O negócio da Fórmula 1
Por trás do glamour das arquibancadas e do ronco dos motores, o GP é também uma plataforma de negócios e relacionamento corporativo. A vice-presidente da FIA para a América do Sul, Fabiana Ecclestone, explica que o evento movimenta acordos milionários entre empresas, governos e patrocinadores. “Muitos contratos de longo prazo nascem aqui. Um camarote pode se transformar em um escritório de negócios durante o fim de semana”, afirmou em entrevista à Forbes Brasil.
Com uma trajetória de 25 anos dedicada ao automobilismo, Fabiana lidera programas voltados à inclusão, formação técnica e diversidade no esporte. Sob sua gestão, a FIA desenvolveu iniciativas como o Girls on Track, que incentiva a participação de meninas em diferentes áreas do automobilismo.
Marcas, turismo e empregos
O impacto do GP não se limita ao autódromo. A cidade de São Paulo registra aumento expressivo na taxa de ocupação hoteleira, que supera 90% durante o período da corrida, segundo levantamento da Associação Brasileira da Indústria de Hotéis (ABIH-SP). Restaurantes e aplicativos de transporte também reportam crescimento de até 40% na demanda.
O turismo esportivo tem se mostrado um vetor de geração de renda e trabalho. De acordo com a Confederação Nacional do Comércio de Bens, Serviços e Turismo (CNC), eventos internacionais desse porte ajudam a movimentar setores informais, desde ambulantes que vendem lembranças e alimentos até motoristas por aplicativo e guias turísticos.
Em 2024, a SPTuris estimou que cerca de 260 mil pessoas circularam pelo entorno de Interlagos durante o fim de semana do GP. Para este ano, a expectativa é de um público ainda maior, impulsionado pela presença do piloto brasileiro.
A presença de Bortoleto e o simbolismo do retorno brasileiro
A estreia de Gabriel Bortoleto, campeão da Fórmula 3 em 2023, marca o retorno do Brasil ao grid após oito anos. O último brasileiro a disputar uma prova de Fórmula 1 em casa havia sido Felipe Massa, em 2017.

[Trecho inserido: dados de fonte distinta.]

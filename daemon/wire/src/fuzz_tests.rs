//! Deterministic fuzzing of everything that reads bytes from outside: the frame decoder and the recording
//! reader get random and mutated inputs from a seeded PCG; every case must end in a value or a typed error,
//! never a panic, and what does decode must agree with the well-formed input it came from.

use bytes::BytesMut;
use prost::Message;
use rand::{Rng, RngExt, SeedableRng};
use rand_pcg::Pcg64;

use crate::framing::{
    self, FrameDecoder, FrameError, MAX_VARINT_LEN, decode_frame, encode_frame, frame_header,
};
use crate::pb;
use crate::recording::{Compression, HEADER_LEN, RecordingError, RecordingReader, RecordingWriter};
use crate::testdata;

/// Mutates `bytes` in place with one to four random edits; returns the lowest position touched.
fn mutate(rng: &mut Pcg64, bytes: &mut Vec<u8>) -> usize {
    let mut lowest = bytes.len();
    for _ in 0..rng.random_range(1..=4) {
        let len = bytes.len();
        let pos = if len == 0 { 0 } else { rng.random_range(0..len) };
        match rng.random_range(0..7) {
            0 if len > 0 => bytes[pos] ^= 1 << rng.random_range(0..8),
            1 if len > 0 => bytes[pos] = rng.random(),
            2 => bytes.truncate(pos),
            3 => bytes.insert(pos, rng.random()),
            4 if len > 0 => {
                bytes.remove(pos);
            }
            5 => {
                // A run of continuation bytes: stresses varint parsing.
                let run = rng.random_range(1..=12).min(len - pos);
                bytes[pos..pos + run].fill(0xff);
            }
            _ => {
                // Splice: copy a random slice over another place.
                if len > 1 {
                    let from = rng.random_range(0..len);
                    let n = rng.random_range(1..=(len - from).min(16));
                    let chunk = bytes[from..from + n].to_vec();
                    let end = (pos + n).min(len);
                    bytes[pos..end].copy_from_slice(&chunk[..end - pos]);
                }
            }
        }
        lowest = lowest.min(pos);
    }
    lowest
}

fn random_bytes(rng: &mut Pcg64, max_len: usize) -> Vec<u8> {
    let mut v = vec![0u8; rng.random_range(0..=max_len)];
    rng.fill_bytes(&mut v);
    v
}

/// Feeds `buf` to both decoding entry points and checks they agree and keep their promises.
fn check_decode<M: Message + Default + std::fmt::Debug>(buf: &[u8], max_frame: usize) -> &'static str {
    let result = decode_frame::<M>(buf, max_frame);
    let mut src = BytesMut::from(buf);
    let via_decoder = FrameDecoder::new(max_frame).decode_from::<M>(&mut src);
    match (&result, &via_decoder) {
        (Ok(Some((msg, used))), Ok(Some(msg2))) => {
            let header = frame_header(buf, max_frame).unwrap().unwrap();
            assert_eq!(*used, header.total_len());
            assert!(*used <= buf.len());
            assert_eq!(src.len(), buf.len() - used, "decoder split off exactly the frame");
            // Canonical re-encoding is stable (bytes, not values: a NaN is never equal to itself).
            let once = msg.encode_to_vec();
            assert_eq!(once, msg2.encode_to_vec());
            let mut framed = Vec::new();
            encode_frame(msg, usize::MAX, &mut framed).unwrap();
            let (again, _) = decode_frame::<M>(&framed, usize::MAX).unwrap().unwrap();
            assert_eq!(again.encode_to_vec(), once);
            "ok"
        }
        (Ok(None), Ok(None)) => {
            // Only an incomplete prefix or an incomplete body waits for more.
            match frame_header(buf, max_frame).unwrap() {
                None => assert!(buf.len() < MAX_VARINT_LEN),
                Some(h) => assert!(h.total_len() > buf.len()),
            }
            assert_eq!(src.len(), buf.len(), "waiting leaves the buffer untouched");
            "wait"
        }
        (Err(e), Err(e2)) => {
            assert_eq!(e, e2);
            match e {
                FrameError::TooLarge { size, max } => {
                    assert_eq!(*max, max_frame);
                    assert!(*size > max_frame as u64);
                }
                FrameError::BadLengthPrefix | FrameError::Malformed(_) => {}
                FrameError::BufferFull { .. } => panic!("decoding never reports BufferFull"),
            }
            "err"
        }
        _ => panic!("decode_frame and FrameDecoder disagree: {result:?} vs {via_decoder:?}"),
    }
}

fn valid_frames<M: Message>(msgs: &[M]) -> Vec<Vec<u8>> {
    msgs.iter()
        .map(|m| {
            let mut v = Vec::new();
            encode_frame(m, usize::MAX, &mut v).unwrap();
            v
        })
        .collect()
}

#[test]
fn frame_decoder_survives_random_and_mutated_input() {
    let mut rng = Pcg64::seed_from_u64(0x6c69_6e74);
    let producer = valid_frames(&testdata::producer_frames());
    let subscriber = valid_frames(&testdata::subscriber_requests());
    let mut outcomes = std::collections::BTreeMap::new();
    const CASES: usize = 100_000;
    for case in 0..CASES {
        // Mostly the default limit; sometimes a small one so oversize prefixes are common.
        let max_frame = if rng.random_bool(0.2) {
            rng.random_range(0..300)
        } else {
            framing::DEFAULT_MAX_FRAME_BYTES
        };
        let for_producer = case % 2 == 0;
        let pool = if for_producer { &producer } else { &subscriber };
        let buf = if rng.random_bool(0.25) {
            random_bytes(&mut rng, 64)
        } else {
            let mut b = pool[rng.random_range(0..pool.len())].clone();
            mutate(&mut rng, &mut b);
            b
        };
        let outcome = if for_producer {
            check_decode::<pb::ProducerFrame>(&buf, max_frame)
        } else {
            check_decode::<pb::SubscriberRequest>(&buf, max_frame)
        };
        *outcomes.entry(outcome).or_insert(0usize) += 1;
    }
    // Every path was exercised, not just the error path.
    assert_eq!(outcomes.values().sum::<usize>(), CASES);
    for kind in ["ok", "wait", "err"] {
        assert!(outcomes.get(kind).copied().unwrap_or(0) > 1000, "{outcomes:?}");
    }
}

/// A small recording: hello, three short batches, a status frame.
fn small_recording(compression: Compression) -> (Vec<u8>, Vec<pb::ProducerFrame>, Vec<u64>) {
    use pb::producer_frame::Body;
    let mut frames = vec![testdata::producer_frames().remove(0)];
    for seq in 1..=3 {
        frames.push(pb::ProducerFrame {
            body: Some(Body::Batch(testdata::full_batch(seq, 1_000_000, 3))),
        });
    }
    frames.push(pb::ProducerFrame {
        body: Some(Body::Status(testdata::status())),
    });
    let mut w = RecordingWriter::new(Vec::new(), compression, "mem.glrec").unwrap();
    let mut ends = Vec::new();
    let mut end = HEADER_LEN;
    for f in &frames {
        w.write_frame(f).unwrap();
        end += framing::frame_len(f) as u64;
        ends.push(end);
    }
    (w.finish().unwrap(), frames, ends)
}

#[test]
fn recording_reader_survives_random_and_mutated_input() {
    let mut rng = Pcg64::seed_from_u64(0x0067_6c72_6563);
    let (plain, frames, ends) = small_recording(Compression::None);
    let (packed, _, _) = small_recording(Compression::Zstd(1));
    let mut complete = 0usize;
    let mut errors = 0usize;
    const CASES: usize = 100_000;
    for case in 0..CASES {
        // Mostly plain recordings, where the frames before the first edit must still read back identical;
        // every tenth a compressed one, where the edit scrambles the decompressed stream.
        let compressed = case % 10 == 0;
        let (mut bytes, lowest) = if case % 50 == 1 {
            (random_bytes(&mut rng, 200), 0)
        } else {
            let mut b = if compressed { packed.clone() } else { plain.clone() };
            let lowest = mutate(&mut rng, &mut b);
            (b, lowest)
        };
        if case % 50 == 2 {
            // Random bytes behind a valid header: the frame loop gets raw garbage.
            let mut b = plain[..HEADER_LEN as usize].to_vec();
            b.append(&mut bytes);
            bytes = b;
        }
        let max_frame = if rng.random_bool(0.1) {
            rng.random_range(0..200)
        } else {
            1 << 20
        };
        let reader = match RecordingReader::new(&bytes[..], "fuzz.glrec", max_frame) {
            Ok(r) => r,
            Err(
                RecordingError::NotARecording { .. }
                | RecordingError::UnsupportedVersion { .. }
                | RecordingError::Truncated { .. }
                | RecordingError::Io { .. },
            ) => {
                errors += 1;
                continue;
            }
            Err(e) => panic!("unexpected error opening: {e}"),
        };
        let mut reader = reader;
        let mut read = 0usize;
        loop {
            match reader.next() {
                None => {
                    complete += 1;
                    break;
                }
                Some(Ok(frame)) => {
                    let untouched = case % 50 > 2 && !compressed;
                    if untouched && read < ends.len() && ends[read] <= lowest as u64 {
                        assert_eq!(
                            frame, frames[read],
                            "case {case}: frame {read} before the edit changed"
                        );
                    }
                    read += 1;
                    // A frame takes at least one byte, so the loop is bounded by the input length.
                    assert!(read <= bytes.len());
                }
                Some(Err(e)) => {
                    assert!(
                        matches!(
                            e,
                            RecordingError::Truncated { .. }
                                | RecordingError::Frame { .. }
                                | RecordingError::Io { .. }
                        ),
                        "case {case}: {e}"
                    );
                    assert!(reader.next().is_none(), "an error ends the iteration");
                    errors += 1;
                    break;
                }
            }
        }
    }
    assert_eq!(complete + errors, CASES);
    assert!(
        complete > 1000 && errors > 1000,
        "complete {complete}, errors {errors}"
    );
}
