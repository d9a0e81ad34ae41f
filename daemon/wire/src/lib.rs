//! glint's wire contract: the `glint.v1` protobuf types generated from `proto/`, the length-delimited framing
//! every socket and recording uses, validation of decoded photon batches, and `.glrec` recording files.
//! No tokio here: framing is pure functions over bytes so the daemon, replay and tests share it.

/// Types generated from `proto/glint/v1/*.proto` (package `glint.v1`).
#[allow(missing_docs, unreachable_pub, clippy::all, rustdoc::broken_intra_doc_links)]
pub mod pb {
    include!(concat!(env!("OUT_DIR"), "/glint.v1.rs"));
}

pub mod framing;
pub mod recording;
pub mod validate;

#[cfg(test)]
#[allow(clippy::unwrap_used)] // tests may unwrap: a panic is the failure report
mod fuzz_tests;
#[cfg(test)]
mod testdata;

pub use framing::{DEFAULT_MAX_FRAME_BYTES, FrameDecoder, FrameError, decode_frame, encode_frame};
pub use recording::{
    Compression, RecordingError, RecordingReader, RecordingWriter, RotatingWriter, RotationPolicy,
};
pub use validate::{BatchError, HelloError, StatusError, validate_batch, validate_hello, validate_status};

/// Schema version this build reads and writes (`Hello.schema_version`, `Welcome.schema_version`).
pub const SCHEMA_VERSION: u32 = 1;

Para especialistas, a presença de um piloto nacional tem peso simbólico e econômico. “Um competidor local desperta o interesse das marcas e aproxima o público. Isso movimenta desde o setor de hospitalidade até as transmissões e o consumo de produtos licenciados”, destacou Ecclestone.
O retorno de um representante brasileiro também reforça a imagem do país como polo de formação de talentos no automobilismo, ampliando o interesse de patrocinadores e investidores.
Tecnologia, inclusão e novos negócios
Além do entretenimento, o GP de São Paulo se consolida como vitrine tecnológica e comercial. Empresas do setor automotivo, energético e digital aproveitam o evento para lançar produtos e testar soluções sustentáveis, como o uso de biocombustíveis e tecnologias de eficiência energética.
Fabiana Ecclestone, que também atua como empresária, produz em Amparo (SP) o Celebrity Coffee, marca de cafés especiais servida no Paddock Club da Fórmula 1. O exemplo mostra como o evento se torna vitrine para empreendedores e pequenos produtores brasileiros, conectando negócios locais a uma audiência internacional.
Ação na pista e expectativa
Na pista, o destaque ficou para Lando Norris, da McLaren, que liderou os treinos livres e a classificação da corrida sprint. O italiano Andrea Kimi Antonelli, da Mercedes, garantiu a segunda posição, enquanto Oscar Piastri completou o top 3.
O tricampeão mundial Max Verstappen, da Red Bull, parte da sexta colocação. Já Gabriel Bortoleto encerrou a sexta-feira na 14ª posição na classificação da sprint, mas foi o quinto mais rápido no treino livre, animando o público nas arquibancadas.